Еще одно несчастье, происшедшее спустя два месяца, – самоубийство Елены Санниковой. Санникова погибла позже, в октябре, но, забегая вперед, придется рассказать о ней именно здесь.
Кладбище в Чистополе. Рисунок Агды Шор
Известие о смерти Цветаевой пришло вместе с Муром, приплывшим в Чистополь. И вот наш чистопольский хроникер Виноградов-Мамонт фиксирует:
«4 сентября. <…> утром пришло известие: мне перевели из Москвы 100 руб<лей>… Денег на почте я не получил, ибо в кассе – пусто. <…> (Там от одной писательницы узнал, что Марина Цветаева повесилась). Веселый, солнечный день и темно-синяя (“сапфирная”) Кама <…>»
В этой записи особенно поразителен конец. Не надо думать, что хроникер – человек недобрый. Спустя два месяца он проявит себя с самой наилучшей стороны.
«25 октября. Суббота. <…> В четвертом часу я заезжал в столовую – узнать новости. Сел с Арским за столик – глотать “шрапнель” (кашу). Вдруг приходит женщина и просит кого-нибудь из писателей помочь перенести труп Елены Санниковой (Обрадович сказал мне утром, что она повесилась), жены Григория Санникова – поэта. Никто из писателей не пошел. Я не считал возможным отказать в такой просьбе. Пришел на Красноармейскую, 125. На дворе лавка, на ней труп, накрытый простыней. Дали мне ее паспорт. Я взглянул на карточку, – и узнал в ней даму, которая 4 сентября сообщила мне: “Марина Цветаева повесилась”».
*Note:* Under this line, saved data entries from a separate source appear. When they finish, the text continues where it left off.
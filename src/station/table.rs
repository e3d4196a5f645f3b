//! Station lists as text tables.

use std::borrow::Cow;
use std::io::{self, Read};

use super::entry::{Field, Whence};
use super::list::ListBuilder;
use super::{Catalogue, StationList, missing_column};
use crate::error::{Place, Problem};
use crate::input::{Block, Blocks, Header, Splitter, find_delimiter, latin1_to_utf8, read_header};

/// Reads a table; the inner error holds its defects.
pub(super) fn read_table<R: Read>(
    file: &str,
    mut blocks: Blocks<R>,
    catalogue: &Catalogue,
) -> io::Result<Result<StationList, Vec<Problem>>> {
    let mut first = blocks.next_block()?.unwrap_or(Block {
        first_line: 1,
        ..Block::default()
    });
    let mut line = read_header(&mut first, catalogue.text.skip_lines);
    if catalogue.text.latin1 {
        line = latin1_to_utf8(&line);
    }
    let layout = match Layout::new(file, &line, catalogue) {
        Ok(layout) => layout,
        Err(problems) => return Ok(Err(problems)),
    };
    let mut reader = TableReader {
        splitter: Splitter::new(layout.delimiter),
        layout,
        latin1: catalogue.text.latin1,
        builder: ListBuilder::new(file, catalogue, catalogue.text.decimal_comma),
        not_utf8: None,
    };
    reader.block(&first);
    while let Some(block) = blocks.next_block()? {
        reader.block(&block);
        blocks.give_back(block.bytes);
    }
    if let Some((line, more)) = reader.not_utf8 {
        let more = match more {
            0 => String::new(),
            more => format!("; {more} more lines are like it"),
        };
        reader.builder.broken(
            line,
            format!("the line is not UTF-8 text (is `encoding = \"latin-1\"` meant?){more}"),
        );
    }
    Ok(reader.builder.finish())
}

/// Where the fields stand in a line.
struct Layout {
    delimiter: u8,
    places: Vec<(Field, usize)>,
}

impl Layout {
    /// Finds the columns in the header; names those found when one is missing.
    fn new(file: &str, line: &[u8], catalogue: &Catalogue) -> Result<Self, Vec<Problem>> {
        let columns = &catalogue.columns;
        let wanted = |name: &str| columns.named().any(|(_, column)| column == name);
        let stated = catalogue.text.delimiter.and_then(|d| u8::try_from(d).ok());
        let (delimiter, mut names) = find_delimiter(line, stated, wanted);
        if line.is_empty() {
            names.clear();
        }
        let header = Header {
            names,
            line: catalogue.text.skip_lines + 1,
        };
        let mut places = Vec::new();
        let mut problems = Vec::new();
        for (field, column) in columns.named() {
            let found: Vec<usize> = header.find(column).collect();
            match found[..] {
                [place] => places.push((field, place)),
                [] => {
                    let names = header.names.iter().map(String::as_str);
                    let mut problem = missing_column(file, column, names);
                    problem.place.line = Some(header.line);
                    problems.push(problem);
                }
                _ => {
                    let place = Place {
                        file: file.into(),
                        line: Some(header.line),
                        column: Some(column.into()),
                    };
                    problems.push(Problem::new(place, "there is more than one such column"));
                }
            }
        }
        if problems.is_empty() {
            Ok(Self { delimiter, places })
        } else {
            Err(problems)
        }
    }

    fn place(&self, field: Field) -> Option<usize> {
        let found = self.places.iter().find(|(f, _)| *f == field);
        found.map(|&(_, place)| place)
    }
}

struct TableReader<'a> {
    splitter: Splitter,
    layout: Layout,
    latin1: bool,
    builder: ListBuilder<'a>,
    /// First line that is not UTF-8, and how many more there are.
    not_utf8: Option<(u64, u64)>,
}

impl TableReader<'_> {
    fn block(&mut self, block: &Block) {
        let bytes = if self.latin1 {
            Cow::Owned(latin1_to_utf8(&block.bytes))
        } else {
            Cow::Borrowed(&block.bytes)
        };
        for (number, line) in (block.first_line..).zip(bytes.split(|&b| b == b'\n')) {
            self.line(number, line.trim_ascii_end());
        }
        if let Some(number) = block.overlong {
            self.builder
                .broken(number, "the line is longer than 1 MiB".into());
        }
    }

    fn line(&mut self, number: u64, line: &[u8]) {
        if std::str::from_utf8(line).is_err() {
            match &mut self.not_utf8 {
                None => self.not_utf8 = Some((number, 0)),
                Some((_, more)) => *more += 1,
            }
            return;
        }
        let Some(row) = self.splitter.split(line) else {
            self.builder
                .broken(number, "a quote does not end on its line".into());
            return;
        };
        if row.is_blank() {
            return;
        }
        let layout = &self.layout;
        let texts = |field| {
            let place = layout.place(field);
            String::from_utf8_lossy(place.map_or(&b""[..], |place| row.field(place)))
        };
        self.builder.add(Whence::Line(number), &texts, None);
    }
}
Все-таки жизненная драматургия невероятна. Ведь кто-то другой мог рассказать Виноградову-Мамонту о Цветаевой, не Санникова.
«Мне пришлось – пишет хроникер, – сопровождать труп в морг. Я попросил Нейштадт, жену переводчика, сообщить жене, что я остался на собрании.
Возница был учитель, хозяин квартиры, где жила Санникова. Оказалось, что она боялась нищеты. Получая 800 рублей в месяц, она прятала деньги, а иногда безрассудно их тратила – и потом приходила в Литфонд за пособием.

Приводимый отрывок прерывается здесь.